Gallery London

Sustainable Transformation of Global Society – Navigating Ecological Times, Whitechapel Gallery, London

This post comes to you from Cultura21

Friday 30 August, 2013, Navigating Ecological Times, Whitechapel Gallery, London

A study afternoon of presentations and discussion on art practice and sustainability with artists Lise Autogena, Fernando Garcia-Dory and Tamás Kaszás and led by curators by Maja and Reuben Fowkes. This symposium looks at the challenges of living in ecological times and the sense in which the current political, economic and environmental predicament might also offer opportunities for a sustainable transformation of global society. How have artists sought to navigate the dilemmas of living and working in a world system that seems chronically out of touch with ecological realities and can they, through their practice and approach to the world, act as guides during times of crisis?

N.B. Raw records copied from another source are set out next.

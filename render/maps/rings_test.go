package maps

import (
	"context"
	"math"
	"slices"
	"testing"

	"kerrscope/raytrace/survey"
	"kerrscope/render/pixels"
	"kerrscope/scene"
)

// ringScene is a disk that fills every lensing band: transparent or
// opaque, from just outside the horizon (plunging gas inside the ISCO) to
// 10⁴ M, seen in a window of side fov M around the shadow's centre.
func ringScene(t *testing.T, spin, inc float64, opaque bool, px int, fov float64) scene.Resolved {
	t.Helper()
	s := scene.Default()
	s.Hole.Spin, s.Observer.InclinationDeg = spin, inc
	s.Disk.Opaque, s.Disk.Plunging, s.Disk.Orders = opaque, true, 3
	s.Disk.OuterRadius = 1e4
	in := 1.0001 * (1 + math.Sqrt(1-spin*spin))
	s.Disk.InnerRadius = &in
	s.Emission.Emissivity, s.Emission.Index = "powerlaw", 0
	s.Screen.Width, s.Screen.Height, s.Screen.FieldOfView = px, px, fov
	s.Output.Maps = []string{"rings"}
	r0, err := s.Resolve()
	if err != nil {
		t.Fatal(err)
	}
	m, err := pixels.NewModel(r0)
	if err != nil {
		t.Fatal(err)
	}
	s.Screen.CenterAlpha, s.Screen.CenterBeta = survey.ShadowCenter(m.Obs)
	r, err := s.Resolve()
	if err != nil {
		t.Fatal(err)
	}
	return r
}

// TestRingWidthsMatchLensingBands checks the measured photon rings
// against the lensing bands of survey.LensingBands, found by bisection on
// the photons' plane-crossing count (Johnson et al. 2020, Science
// Advances 6, eaaz1310, define the n-th band as the screen region whose
// photons cross the equatorial plane at least n+1 times). For a disk that
// fills every band (ringScene) the light of order n lies exactly in band
// n, so along every direction the ring's extent must equal the band's
// width within 2 pixels (the nearest-pixel sampling of each edge is off
// by up to about √2/2 pixel, plus the quarter-pixel sampling step).
// Directions along which the ring is not measured must be those where the
// band leaves the window or is narrower than a pixel's diagonal. Both the transparent disk and the opaque one
// (whose hidden crossings the frame keeps with KeepBehind) are measured.
func TestRingWidthsMatchLensingBands(t *testing.T) {
	for _, c := range []struct {
		a, inc float64
		opaque bool
	}{{0, 17, false}, {0, 17, true}, {0.9, 60, true}, {-0.7, 130, false}} {
		r := ringScene(t, c.a, c.inc, c.opaque, 320, 16)
		f, err := pixels.Render(context.Background(), r, nil, pixels.KeepLine|pixels.KeepBehind)
		if err != nil {
			t.Fatal(err)
		}
		tol := 2 * r.PixelSize
		a0, a1, b0, b1 := f.Window()
		ca, cb := survey.ShadowCenter(f.Model.Obs)
		for d := 0; d < RingDirections; d += 5 {
			dir := 360 * float64(d) / RingDirections
			s, co := math.Sincos(dir * math.Pi / 180)
			for _, b := range survey.LensingBands(f.Model.Obs, ca, cb, dir, 2) {
				w, ok := ringExtent(f, b.Order, ca, cb, dir)
				if !ok {
					// A band narrower than a pixel's diagonal may
					// fall between the pixel centres.
					al, be := ca+b.Outer*co, cb+b.Outer*s
					if al > a0 && al < a1 && be > b0 && be < b1 && b.Width > math.Sqrt2*r.PixelSize {
						t.Errorf("%+v dir %v: order %d not measured, but its band [%.4g, %.4g] M ends inside the window", c, dir, b.Order, b.Inner, b.Outer)
					}
					continue
				}
				if math.Abs(w-b.Width) > tol {
					t.Errorf("%+v dir %v: order %d ring %.4g M wide, band %.4g M (tolerance %.3g M, 2 pixels)", c, dir, b.Order, w, b.Width, tol)
				}
			}
		}
		// The reported median over all directions against the bands'.
		for _, rw := range RingWidths(f) {
			var w []float64
			for d := 0; d < RingDirections; d++ {
				dir := 360 * float64(d) / RingDirections
				if _, ok := ringExtent(f, rw.Order, ca, cb, dir); ok {
					w = append(w, survey.LensingBands(f.Model.Obs, ca, cb, dir, rw.Order)[rw.Order-1].Width)
				}
			}
			slices.Sort(w)
			if len(w) != rw.Directions || len(w) == 0 {
				t.Fatalf("%+v: order %d measured along %d directions, %d bands", c, rw.Order, rw.Directions, len(w))
			}
			med := (w[(len(w)-1)/2] + w[len(w)/2]) / 2
			if math.Abs(rw.Median-med) > tol || rw.Min < w[0]-tol || rw.Max > w[len(w)-1]+tol {
				t.Errorf("%+v: order %d ring width median %.4g (%.4g–%.4g) M, bands %.4g (%.4g–%.4g) M", c, rw.Order, rw.Median, rw.Min, rw.Max, med, w[0], w[len(w)-1])
			}
			t.Logf("%+v: order %d: %s; bands median %.4g M", c, rw.Order, rw.Caption(0), med)
		}
	}
}

// TestOrderLineIsTransparent checks that the light an opaque disk's frame
// keeps for every order (Line, and Behind for what an earlier landing
// hides) is the light a transparent disk shows, bit for bit, and that an
// opaque frame without KeepBehind has no hidden light; refinement keeps
// the hidden light too.
func TestOrderLineIsTransparent(t *testing.T) {
	s := scene.Default()
	s.Screen.Width, s.Screen.Height = 120, 90
	s.Hole.Spin, s.Observer.InclinationDeg = 0.6, 75
	opaque, err := s.Resolve()
	if err != nil {
		t.Fatal(err)
	}
	s.Disk.Opaque = false
	clear, err := s.Resolve()
	if err != nil {
		t.Fatal(err)
	}
	ctx := context.Background()
	fo, err := pixels.Render(ctx, opaque, nil, pixels.KeepLine|pixels.KeepBehind)
	if err != nil {
		t.Fatal(err)
	}
	fc, err := pixels.Render(ctx, clear, nil, pixels.KeepLine)
	if err != nil {
		t.Fatal(err)
	}
	plain, err := pixels.Render(ctx, opaque, nil, pixels.KeepLine)
	if err != nil {
		t.Fatal(err)
	}
	if plain.Behind != nil || plain.Has(pixels.KeepBehind) || !fo.Has(pixels.KeepBehind) || !fc.Has(pixels.KeepBehind) {
		t.Fatalf("Behind kept without asking (%v) or Has wrong (%v %v %v)", plain.Behind != nil, plain.Has(pixels.KeepBehind), fo.Has(pixels.KeepBehind), fc.Has(pixels.KeepBehind))
	}
	hidden := 0
	for o := 0; o < fo.Orders; o++ {
		for k := range fo.Line[o] {
			a, b := fo.OrderLine(o, k), fc.OrderLine(o, k)
			if math.Float32bits(a) != math.Float32bits(b) && !(math.IsNaN(float64(a)) && math.IsNaN(float64(b))) {
				t.Fatalf("order %d pixel %d: opaque disk's own light %v, transparent disk's %v", o, k, a, b)
			}
			if v := fo.Line[o][k]; math.Float32bits(v) != math.Float32bits(plain.Line[o][k]) && !math.IsNaN(float64(v)) {
				t.Fatalf("order %d pixel %d: KeepBehind changed the image's light: %v, without it %v", o, k, v, plain.Line[o][k])
			}
			if !math.IsNaN(float64(fo.Behind[o][k])) {
				hidden++
			}
		}
	}
	if hidden == 0 {
		t.Fatal("an opaque disk at 75° hides no crossing")
	}
	// Refined: every pixel whose corners all see an order in the
	// transparent render has that order's light in the opaque one.
	s.Disk.Opaque = true
	s.Refine.Depth = 1
	ref, err := s.Resolve()
	if err != nil {
		t.Fatal(err)
	}
	fr, err := pixels.RenderScene(ctx, ref, nil, pixels.KeepLine|pixels.KeepBehind)
	if err != nil {
		t.Fatal(err)
	}
	missing, lit := 0, 0
	for o := 1; o < fr.Orders; o++ {
		for k := range fr.Line[o] {
			if !math.IsNaN(float64(fc.Line[o][k])) {
				lit++
				if math.IsNaN(float64(fr.OrderLine(o, k))) {
					missing++
				}
			}
		}
	}
	if lit == 0 || missing > 0 {
		t.Errorf("refined opaque frame: %d of %d pixels with light of order ≥ 1 lack it", missing, lit)
	}
}

// TestRingsPixel checks the rings map's single image: each pixel shows
// the highest order whose own crossing lands there.
func TestRingsPixel(t *testing.T) {
	r := ringScene(t, 0.5, 40, true, 64, 16)
	f, err := pixels.Render(context.Background(), r, nil, pixels.KeepLine|pixels.KeepBehind)
	if err != nil {
		t.Fatal(err)
	}
	m, err := Lookup("rings")
	if err != nil {
		t.Fatal(err)
	}
	class, v := m.Classify(f, Scales{})
	count := make([]int, f.Orders)
	for k := range class {
		want := -1
		for o := 0; o < f.Orders; o++ {
			if !math.IsNaN(float64(f.OrderLine(o, k))) {
				want = o
			}
		}
		if want >= 0 {
			count[want]++
		}
		if (want >= 0) != (class[k] == Category) || (want >= 0 && int(v[k]) != want) {
			t.Fatalf("pixel %d: class %v order %v, want order %d", k, class[k], v[k], want)
		}
	}
	if count[1] == 0 || count[2] == 0 {
		t.Errorf("pixels per highest order %v: the n = 1 and 2 rings are missing", count)
	}
}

‘Navigating Ecological Times’ is realised through the River School and supported by the EU Culture Programme. Maja and Reuben Fowkes are art historians and curators whose interests in the field of art and ecology are manifest in their curated exhibitions, symposia and writings, which have explored key ideas and practices around green curating, environmental art history and the sustainability of contemporary art. Their work also focuses on the theory and aesthetics of East European art from the art production of the socialist era to contemporary artistic responses to the transformations brought by globalisation.

 For more information : click here

Cultura21 is a transversal, translocal network, constituted of an international level grounded in several Cultura21 organizations around the world.

Cultura21′s international network, launched in April 2007, offers the online and offline platform for exchanges and mutual learning among its members.

The activities of Cultura21 at the international level are coordinated by a team representing the different Cultura21 organizations worldwide, and currently constituted of:

– Sacha Kagan (based in Lüneburg, Germany) and Rana Öztürk (based in Berlin, Germany)
– Oleg Koefoed and Kajsa Paludan (both based in Copenhagen, Denmark)
– Hans Dieleman (based in Mexico-City, Mexico)
– Francesca Cozzolino and David Knaute (both based in Paris, France)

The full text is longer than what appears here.